French nu-disco/dance-pop producer Madeon first garnered attention for his mashups and remixes before scoring hits with his original tracks and producing songs for several major pop stars. Hugo Leclercq was born in 1994 and started producing dance music before he hit his teens, initially under the name Deamon. In 2010, at the ripe age of 16, Leclercq switched the letters of his former moniker around and became Madeon, changing his style from ecstatic hands-up tracks to more of a lush, sleek sound influenced by French house and electropop. He gained popularity for his remixes, including his versions of songs by the Killers and Pendulum.
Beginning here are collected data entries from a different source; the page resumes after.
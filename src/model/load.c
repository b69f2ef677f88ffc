/* Project file -> validated model. Two passes: libinih collects every (section, key,
 * value, line), rejecting unknown and repeated keys; then each value is converted and
 * checked, with cross-field checks (draft < depth...), so every message can say
 * "FILE:LINE: what was wrong and what is expected". */
#include "core/core_impl.h"
#include "model_impl.h"

#include <ini.h>
#include <math.h>
#include <stdio.h>
#include <stdlib.h>
#include <string.h>

enum {
    K_DEPTH, K_DENSITY, K_GRAVITY, K_CLIMATE, K_BEARING,
    K_SHAPE, K_RADIUS, K_DRAFT, K_MASS, K_MODES, K_MOORING, K_VISCOUS,
    K_DAMPING, K_STIFFNESS, K_EFFICIENCY, K_RATED, K_STROKE, K_TUNING, K_PTO_MODE,
    K_LAYOUT_FILE,
    K_SPECTRUM, K_GAMMA, K_SPREADING, K_PERIOD, K_DIRECTION,
    K_OMEGA, K_HEADINGS, K_TOLERANCE, K_MAX_BODIES, K_MAX_OMEGA, K_ORDERS, K_DEPTH_MODES,
    K_REGION, K_QTHRESH,
    K_COUNT
};

static const struct {
    const char *section, *key;
} keys[K_COUNT] = {
    [K_DEPTH] = {"site", "depth"},           [K_DENSITY] = {"site", "density"},
    [K_GRAVITY] = {"site", "gravity"},       [K_CLIMATE] = {"site", "climate"},
    [K_BEARING] = {"site", "x_axis_bearing"},
    [K_SHAPE] = {"device", "shape"},         [K_RADIUS] = {"device", "radius"},
    [K_DRAFT] = {"device", "draft"},         [K_MASS] = {"device", "mass"},
    [K_MODES] = {"device", "modes"},
    [K_MOORING] = {"device", "mooring_stiffness"}, [K_VISCOUS] = {"device", "viscous_damping"},
    [K_DAMPING] = {"pto", "damping"},        [K_STIFFNESS] = {"pto", "stiffness"},
    [K_EFFICIENCY] = {"pto", "efficiency"},  [K_RATED] = {"pto", "rated_power"},
    [K_STROKE] = {"pto", "max_stroke"},      [K_TUNING] = {"pto", "tuning"},
    [K_PTO_MODE] = {"pto", "mode"},
    [K_LAYOUT_FILE] = {"layout", "file"},
    [K_SPECTRUM] = {"sea", "spectrum"},      [K_GAMMA] = {"sea", "gamma"},
    [K_SPREADING] = {"sea", "spreading"},    [K_PERIOD] = {"sea", "period"},
    [K_DIRECTION] = {"sea", "direction"},
    [K_OMEGA] = {"solve", "omega"},          [K_HEADINGS] = {"solve", "headings"},
    [K_TOLERANCE] = {"solve", "tolerance"},  [K_MAX_BODIES] = {"solve", "max_bodies"},
    [K_MAX_OMEGA] = {"solve", "max_frequencies"},
    [K_ORDERS] = {"solve", "orders"},        [K_DEPTH_MODES] = {"solve", "depth_modes"},
    [K_REGION] = {"resonance", "region"},    [K_QTHRESH] = {"resonance", "q_threshold"},
};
He also produced several clever mashups, including "Pop Culture," which jammed over three dozen songs into three minutes. The track went viral as soon as it was uploaded to YouTube in 2011, immediately racking up millions of views. Using a computer setup with Fruity Loops and two Novation Launchpads, the Nantes, France native put out original singles ("Gold," "For You," "Shuriken," "Icarus") and continued remix work (for Alphabeat, Yelle, Deadmau5, and Martin Solveig).
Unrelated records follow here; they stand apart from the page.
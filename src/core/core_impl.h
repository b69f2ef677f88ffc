/* Cross-module internals of the core: text-file and CSV reading with line numbers, and
 * strict number parsing. Not exported (syi_ prefix, hidden visibility). */
#ifndef SY_CORE_IMPL_H
#define SY_CORE_IMPL_H

#include <stddef.h>
#include "swellyield/core.h"

/* Largest text input read (layouts, CSV tables, project files): far above any real
 * table; protects against a multi-gigabyte file given by mistake. */
#define SYI_TEXT_MAX_BYTES ((size_t)64 << 20)

/* SY_OK if path names a readable regular file; SY_EIO "PATH: <why>" otherwise
 * (missing, a directory, unreadable, larger than max_bytes). */
int syi_check_input_file(const char *path, size_t max_bytes, sy_error *err);

/* nc_open(path, NC_NOWRITE) after a probe of the header in a forked child, so that a
 * damaged file that crashes the NetCDF library gives SY_EIO naming path instead of a
 * crash (ncopen.c). SY_EIO with the library's reason when it refuses the file. */
int syi_nc_open(const char *path, int *ncid, sy_error *err);

/* One CSV record: its fields (NUL-terminated, surrounding blanks trimmed) and the
 * 1-based line of the file where it starts. */
typedef struct syi_csv_row {
    size_t line;
    size_t n_fields;
    char **fields;
} syi_csv_row;

typedef struct syi_csv {
    size_t n_rows;
    syi_csv_row *rows;
} syi_csv;

/* Read a CSV file (RFC 4180 quoting, libcsv) into rows. Blank lines and lines whose
 * first non-blank character is '#' are skipped. Rejects non-UTF-8 text and NUL bytes
 * with "PATH:LINE: ...". Free with syi_csv_free. */
int syi_csv_read(const char *path, syi_csv **out, sy_error *err);
void syi_csv_free(syi_csv *csv);

/* Strict parse of a whole string as a finite double (leading/trailing blanks allowed).
 * Returns 1 on success, 0 otherwise (empty, trailing text, NaN, inf, overflow). */
int syi_parse_double(const char *text, double *value);

/* 1 if the n bytes are valid UTF-8 without NUL, else 0. */
int syi_utf8_valid(const char *s, size_t n);

/* Resolve rel against the folder of base_file (unless rel is absolute) into out
 * (capacity cap). SY_EINPUT if the result does not fit. */
int syi_path_resolve(const char *base_file, const char *rel, char *out, size_t cap, sy_error *err);

#endif

/* ---- atomic outputs: write to a temporary name in the target's folder, then rename ---- */

/* Fill tmp (capacity cap) with "<dir>/.<name>.tmp-<pid>" for final path `path`. */
int syi_atomic_tmpname(const char *path, char *tmp, size_t cap, sy_error *err);
/* Rename tmp over path (atomic on POSIX within one file system); on failure tmp is
 * removed and SY_EIO names both. */
int syi_atomic_commit(const char *tmp, const char *path, sy_error *err);
/* Remove tmp if it exists (after a failed write). */
void syi_atomic_abort(const char *tmp);
/* Remove the temporaries ".<name>.tmp-<pid>" in folder dir left by processes that no
 * longer exist (killed between creating and renaming them: kill(pid, 0) gives ESRCH).
 * Best effort, never fails; temporaries of live processes are left alone. */
void syi_atomic_sweep(const char *dir);

/* 64-bit FNV-1a hash of n bytes, chained from h (start with SYI_HASH_SEED). */
#define SYI_HASH_SEED 0xcbf29ce484222325ULL
unsigned long long syi_hash64(unsigned long long h, const void *data, size_t n);
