/* Library initialisation and version strings. */
#include <complex.h>
#include "swellyield/core.h"
#include "sy_config.h"

#include <gsl/gsl_errno.h>
#include <gsl/gsl_version.h>
#include <netcdf.h>
#include <stdio.h>

/* OpenBLAS's own thread pool (declared here: the seam to the BLAS build). */
void openblas_set_num_threads(int num_threads);

void sy_init(void)
{
    /* GSL's default handler aborts; the library returns statuses instead. */
    gsl_set_error_handler_off();
    /* Parallelism lives in the frequency sweeps (OpenMP, one LU per thread); BLAS
     * threads inside them only oversubscribe the cores and cost more than they give on
     * the small dense systems of a frequency. */
    openblas_set_num_threads(1);
}

const char *sy_version(void) { return SY_VERSION_STRING; }

const char *sy_dependency_versions(void)
{
    static char buf[256];
    /* Written once; callers use it from the main thread (program --version, file
     * attributes). */
    snprintf(buf, sizeof buf, "GSL %s, NetCDF %s, LAPACKE %s, OpenBLAS %s, inih %s, jansson %s, PLplot %s, OpenMP %s",
             gsl_version, nc_inq_libvers(), SY_LAPACKE_VERSION, SY_OPENBLAS_VERSION,
             SY_INIH_VERSION, SY_JANSSON_VERSION, SY_PLPLOT_VERSION, SY_HAVE_OPENMP ? "on" : "off");
    return buf;
}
In 2012, he performed at several major music festivals, including Ultra Music Festival, Coachella, and Lollapalooza. His singles "Finale" and "The City" charted in several countries. He also began working with pop stars around this time. He produced Ellie Goulding's song "Stay Awake," and mixed an alternate version of Muse's "Panic Station." After opening for Lady Gaga on her Born This Way tour, he produced three tracks on her Artpop album, one of which he co-wrote.
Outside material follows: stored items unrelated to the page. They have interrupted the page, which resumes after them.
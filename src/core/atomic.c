/* Atomic output files (temporary name + rename) and the cache-key hash. A run killed at
 * any moment leaves either the previous file or the new one, never a mix. */
#include "core_impl.h"

#include <ctype.h>
#include <dirent.h>
#include <errno.h>
#include <signal.h>
#include <stdlib.h>
#include <stdio.h>
#include <string.h>
#include <unistd.h>

int syi_atomic_tmpname(const char *path, char *tmp, size_t cap, sy_error *err)
{
    const char *slash = strrchr(path, '/');
    int n;
    if (slash == NULL)
        n = snprintf(tmp, cap, ".%s.tmp-%ld", path, (long)getpid());
    else
        n = snprintf(tmp, cap, "%.*s/.%s.tmp-%ld", (int)(slash - path), path, slash + 1, (long)getpid());
    if (n < 0 || (size_t)n >= cap)
        return sy_error_set(err, SY_EIO, "%s: path too long for a temporary name", path);
    return SY_OK;
}

int syi_atomic_commit(const char *tmp, const char *path, sy_error *err)
{
    if (rename(tmp, path) != 0) {
        int e = errno;
        unlink(tmp);
        return sy_error_set(err, SY_EIO, "%s: cannot replace with %s: %s", path, tmp, strerror(e));
    }
    return SY_OK;
}

void syi_atomic_abort(const char *tmp) { unlink(tmp); }

void syi_atomic_sweep(const char *dir)
{
    DIR *d = opendir(dir);
    if (d == NULL)
        return;
    struct dirent *e;
    while ((e = readdir(d)) != NULL) {
        const char *tag = e->d_name[0] == '.' ? strstr(e->d_name, ".tmp-") : NULL;
        if (tag == NULL || tag == e->d_name || !isdigit((unsigned char)tag[5]))
            continue;
        char *end;
        long pid = strtol(tag + 5, &end, 10);
        if (*end != '\0' || pid <= 0 || pid == (long)getpid() || kill((pid_t)pid, 0) == 0 || errno != ESRCH)
            continue;
        char path[4096];
        if (snprintf(path, sizeof path, "%s/%s", dir, e->d_name) < (int)sizeof path)
            (void)unlink(path);
    }
    closedir(d);
}

unsigned long long syi_hash64(unsigned long long h, const void *data, size_t n)
{
    const unsigned char *p = data;
    for (size_t i = 0; i < n; i++) {
        h ^= p[i];
        h *= 0x100000001b3ULL; /* FNV-1a 64-bit prime */
    }
    return h;
}
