/* Status texts and the sy_error record (see include/swellyield/core.h). */
#include "swellyield/core.h"

#include <stdarg.h>
#include <stdio.h>
#include <string.h>

const char *sy_status_text(int code)
{
#define SY_STATUS_CASE(name, text) case name: return text;
    switch (code) {
        SY_STATUS_LIST(SY_STATUS_CASE)
    default: break;
    }
#undef SY_STATUS_CASE
    return "unknown status";
}

/* A message is one line of text whatever the input echoed into it (a quoted CSV field
 * may hold newlines, a file any control byte): control bytes become '?'. UTF-8 (bytes
 * >= 0x80) passes through. */
static void one_line(char *s)
{
    for (; *s != '\0'; s++)
        if ((unsigned char)*s < 0x20 || *s == 0x7f)
            *s = '?';
}

int sy_error_set(sy_error *err, int code, const char *fmt, ...)
{
    if (err != NULL) {
        va_list ap;
        va_start(ap, fmt);
        err->code = code;
        vsnprintf(err->msg, sizeof err->msg, fmt, ap);
        va_end(ap);
        one_line(err->msg);
    }
    return code;
}

void sy_error_prefix(sy_error *err, const char *fmt, ...)
{
    if (err == NULL)
        return;
    char head[SY_ERROR_MSG_MAX], joined[2 * SY_ERROR_MSG_MAX + 2];
    va_list ap;
    va_start(ap, fmt);
    vsnprintf(head, sizeof head, fmt, ap);
    va_end(ap);
    if (err->msg[0] != '\0')
        snprintf(joined, sizeof joined, "%s: %s", head, err->msg);
    else
        snprintf(joined, sizeof joined, "%s", head);
    /* Keep the head of the message when it is too long: the context is what matters. */
    snprintf(err->msg, sizeof err->msg, "%.*s", (int)(sizeof err->msg - 1), joined);
    one_line(err->msg);
}

void sy_error_clear(sy_error *err)
{
    if (err != NULL) {
        err->code = SY_OK;
        err->msg[0] = '\0';
    }
}
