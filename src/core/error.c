/* Status texts and the sy_error record (see include/swellyield/core.h). */
#include "swellyield/core.h"

#include <stdarg.h>
#include <stdio.h>
#include <string.h>

const char *sy_status_text(int code)
{
#define SY_STATUS_CASE(name, text) case name: return text;
    switch (code) {
        SY_STATUS_LIST(SY_STATUS_CASE)
    default: break;
    }
#undef SY_STATUS_CASE
    return "unknown status";
}

int sy_error_set(sy_error *err, int code, const char *fmt, ...)
{
    if (err != NULL) {
        va_list ap;
        va_start(ap, fmt);
        err->code = code;
        vsnprintf(err->msg, sizeof err->msg, fmt, ap);
        va_end(ap);
    }
    return code;
}

void sy_error_prefix(sy_error *err, const char *fmt, ...)
{
    if (err == NULL)
        return;
    char head[SY_ERROR_MSG_MAX], joined[2 * SY_ERROR_MSG_MAX + 2];
    va_list ap;
    va_start(ap, fmt);
    vsnprintf(head, sizeof head, fmt, ap);
    va_end(ap);
    if (err->msg[0] != '\0')
        snprintf(joined, sizeof joined, "%s: %s", head, err->msg);
    else
        snprintf(joined, sizeof joined, "%s", head);
    /* Keep the head of the message when it is too long: the context is what matters. */
    snprintf(err->msg, sizeof err->msg, "%.*s", (int)(sizeof err->msg - 1), joined);
}

void sy_error_clear(sy_error *err)
{
    if (err != NULL) {
        err->code = SY_OK;
        err->msg[0] = '\0';
    }
}
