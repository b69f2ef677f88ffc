/* Input files as text: existence/type checks, UTF-8 validation, strict numbers,
 * relative paths, and CSV records with line numbers (libcsv). */
#include "core_impl.h"

#include <csv.h>
#include <errno.h>
#include <math.h>
#include <stdio.h>
#include <stdlib.h>
#include <string.h>
#include <sys/stat.h>

int syi_check_input_file(const char *path, size_t max_bytes, sy_error *err)
{
    struct stat st;
    if (path == NULL || path[0] == '\0')
        return sy_error_set(err, SY_EIO, "no file name given");
    if (stat(path, &st) != 0)
        return sy_error_set(err, SY_EIO, "%s: cannot open: %s", path, strerror(errno));
    if (S_ISDIR(st.st_mode))
        return sy_error_set(err, SY_EIO, "%s: is a directory, expected a file", path);
    if (!S_ISREG(st.st_mode))
        return sy_error_set(err, SY_EIO, "%s: not a regular file", path);
    if ((size_t)st.st_size > max_bytes)
        return sy_error_set(err, SY_EIO, "%s: %lld bytes, larger than the %zu-byte limit for this input (SYI_TEXT_MAX_BYTES "
                            "in src/core/core_impl.h: raise it and rebuild if you mean it)",
                            path, (long long)st.st_size, max_bytes);
    return SY_OK;
}

int syi_utf8_valid(const char *s, size_t n)
{
    const unsigned char *p = (const unsigned char *)s;
    size_t i = 0;
    while (i < n) {
        unsigned c = p[i];
        size_t extra;
        unsigned min;
        if (c == 0)
            return 0;
        if (c < 0x80) {
            i++;
            continue;
        } else if ((c & 0xE0) == 0xC0) {
            extra = 1, min = 0x80, c &= 0x1F;
        } else if ((c & 0xF0) == 0xE0) {
            extra = 2, min = 0x800, c &= 0x0F;
        } else if ((c & 0xF8) == 0xF0) {
            extra = 3, min = 0x10000, c &= 0x07;
        } else {
            return 0;
        }
        if (i + extra >= n)
            return 0; /* truncated sequence */
        for (size_t k = 1; k <= extra; k++) {
            if ((p[i + k] & 0xC0) != 0x80)
                return 0;
            c = (c << 6) | (p[i + k] & 0x3F);
        }
        if (c < min || c > 0x10FFFF || (c >= 0xD800 && c <= 0xDFFF))
            return 0; /* overlong, out of range, surrogate */
        i += extra + 1;
    }
    return 1;
}

int syi_parse_double(const char *text, double *value)
{
    if (text == NULL)
        return 0;
    while (*text == ' ' || *text == '\t')
        text++;
    if (*text == '\0')
        return 0;
    char *end;
    errno = 0;
    double v = strtod(text, &end);
    if (end == text || errno == ERANGE || !isfinite(v))
        return 0;
    while (*end == ' ' || *end == '\t' || *end == '\r')
        end++;
    if (*end != '\0')
        return 0;
    *value = v;
    return 1;
}

int syi_path_resolve(const char *base_file, const char *rel, char *out, size_t cap, sy_error *err)
{
    int n;
    if (rel[0] == '/') {
        n = snprintf(out, cap, "%s", rel);
    } else {
        const char *slash = strrchr(base_file, '/');
        if (slash == NULL)
            n = snprintf(out, cap, "%s", rel);
        else
            n = snprintf(out, cap, "%.*s/%s", (int)(slash - base_file), base_file, rel);
    }
    if (n < 0 || (size_t)n >= cap)
        return sy_error_set(err, SY_EINPUT, "path '%s' longer than %zu characters", rel, cap - 1);
    return SY_OK;
}

/* ---- CSV ---- */

typedef struct csv_state {
    syi_csv *csv;
    syi_csv_row cur;        /* record being assembled */
    size_t cap_rows, cap_fields;
    size_t line;            /* physical line being fed */
    size_t record_line;     /* line where the current record started (0: none yet) */
    int nomem;
} csv_state;

static void on_field(void *data, size_t len, void *user)
{
    csv_state *st = user;
    if (st->nomem)
        return;
    if (st->record_line == 0)
        st->record_line = st->line;
    if (st->cur.n_fields == st->cap_fields) {
        size_t cap = st->cap_fields ? 2 * st->cap_fields : 8;
        char **f = realloc(st->cur.fields, cap * sizeof *f);
        if (f == NULL) {
            st->nomem = 1;
            return;
        }
        st->cur.fields = f;
        st->cap_fields = cap;
    }
    char *copy = malloc(len + 1);
    if (copy == NULL) {
        st->nomem = 1;
        return;
    }
    if (len > 0)
        memcpy(copy, data, len);
    copy[len] = '\0';
    st->cur.fields[st->cur.n_fields++] = copy;
}

static void on_record(int term, void *user)
{
    (void)term;
    csv_state *st = user;
    if (st->nomem)
        return;
    if (st->cur.n_fields == 0) {
        st->record_line = 0;
        return;
    }
    syi_csv *csv = st->csv;
    if (csv->n_rows == st->cap_rows) {
        size_t cap = st->cap_rows ? 2 * st->cap_rows : 16;
        syi_csv_row *r = realloc(csv->rows, cap * sizeof *r);
        if (r == NULL) {
            st->nomem = 1;
            return;
        }
        csv->rows = r;
        st->cap_rows = cap;
    }
    st->cur.line = st->record_line ? st->record_line : st->line;
    csv->rows[csv->n_rows++] = st->cur;
    memset(&st->cur, 0, sizeof st->cur);
    st->cap_fields = 0;
    st->record_line = 0;
}

static void free_row(syi_csv_row *row)
{
    for (size_t i = 0; i < row->n_fields; i++)
        free(row->fields[i]);
    free(row->fields);
}

void syi_csv_free(syi_csv *csv)
{
    if (csv == NULL)
        return;
    for (size_t i = 0; i < csv->n_rows; i++)
        free_row(&csv->rows[i]);
    free(csv->rows);
    free(csv);
}

static int is_comment_or_blank(const char *line, size_t n)
{
    size_t i = 0;
    while (i < n && (line[i] == ' ' || line[i] == '\t' || line[i] == '\r' || line[i] == '\n'))
        i++;
    return i == n || line[i] == '#';
}

int syi_csv_read(const char *path, syi_csv **out, sy_error *err)
{
    int rc = syi_check_input_file(path, SYI_TEXT_MAX_BYTES, err);
    if (rc != SY_OK)
        return rc;
    FILE *f = fopen(path, "rb");
    if (f == NULL)
        return sy_error_set(err, SY_EIO, "%s: cannot open: %s", path, strerror(errno));
    struct csv_parser parser;
    csv_state st;
    memset(&st, 0, sizeof st);
    st.csv = calloc(1, sizeof *st.csv);
    if (st.csv == NULL || csv_init(&parser, CSV_STRICT | CSV_APPEND_NULL | CSV_STRICT_FINI) != 0) {
        fclose(f);
        free(st.csv);
        return sy_error_set(err, SY_ENOMEM, "%s: CSV parser", path);
    }
    char *line = NULL;
    size_t cap = 0;
    ssize_t n;
    rc = SY_OK;
    int in_quotes_possible = 0; /* a record spanning lines must not be filtered as comment */
    while (rc == SY_OK && (n = getline(&line, &cap, f)) != -1) {
        st.line++;
        if (!syi_utf8_valid(line, (size_t)n)) {
            rc = sy_error_set(err, SY_EINPUT, "%s:%zu: not valid UTF-8 text (or contains a NUL byte)",
                              path, st.line);
            break;
        }
        if (!in_quotes_possible && is_comment_or_blank(line, (size_t)n))
            continue;
        if (csv_parse(&parser, line, (size_t)n, on_field, on_record, &st) != (size_t)n)
            rc = sy_error_set(err, SY_EINPUT, "%s:%zu: malformed CSV: %s", path, st.line,
                              csv_strerror(csv_error(&parser)));
        else if (st.nomem)
            rc = sy_error_set(err, SY_ENOMEM, "%s:%zu: out of memory", path, st.line);
        /* A record still open after a full line means a quoted field holds a newline. */
        in_quotes_possible = st.record_line != 0;
    }
    if (rc == SY_OK && ferror(f))
        rc = sy_error_set(err, SY_EIO, "%s: read failed: %s", path, strerror(errno));
    if (rc == SY_OK && csv_fini(&parser, on_field, on_record, &st) != 0)
        rc = sy_error_set(err, SY_EINPUT, "%s:%zu: malformed CSV at end of file: %s", path, st.line,
                          csv_strerror(csv_error(&parser)));
    if (rc == SY_OK && st.nomem)
        rc = sy_error_set(err, SY_ENOMEM, "%s: out of memory", path);
    free(line);
    fclose(f);
    csv_free(&parser);
    free_row(&st.cur);
    if (rc != SY_OK) {
        syi_csv_free(st.csv);
        return rc;
    }
    *out = st.csv;
    return SY_OK;
}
Madeon's debut album, Adventure, was released by Columbia in 2015. The album hit number one on Billboard's Dance/Electronic Albums chart and spawned several charting singles, including "Pay No Mind" (featuring Passion Pit) and "Nonsense" (featuring Mark Foster of Foster the People). Leclercq went on two headlining tours following the album's release. In 2016 he collaborated with Porter Robinson for the single "Shelter," and the two artists toured together.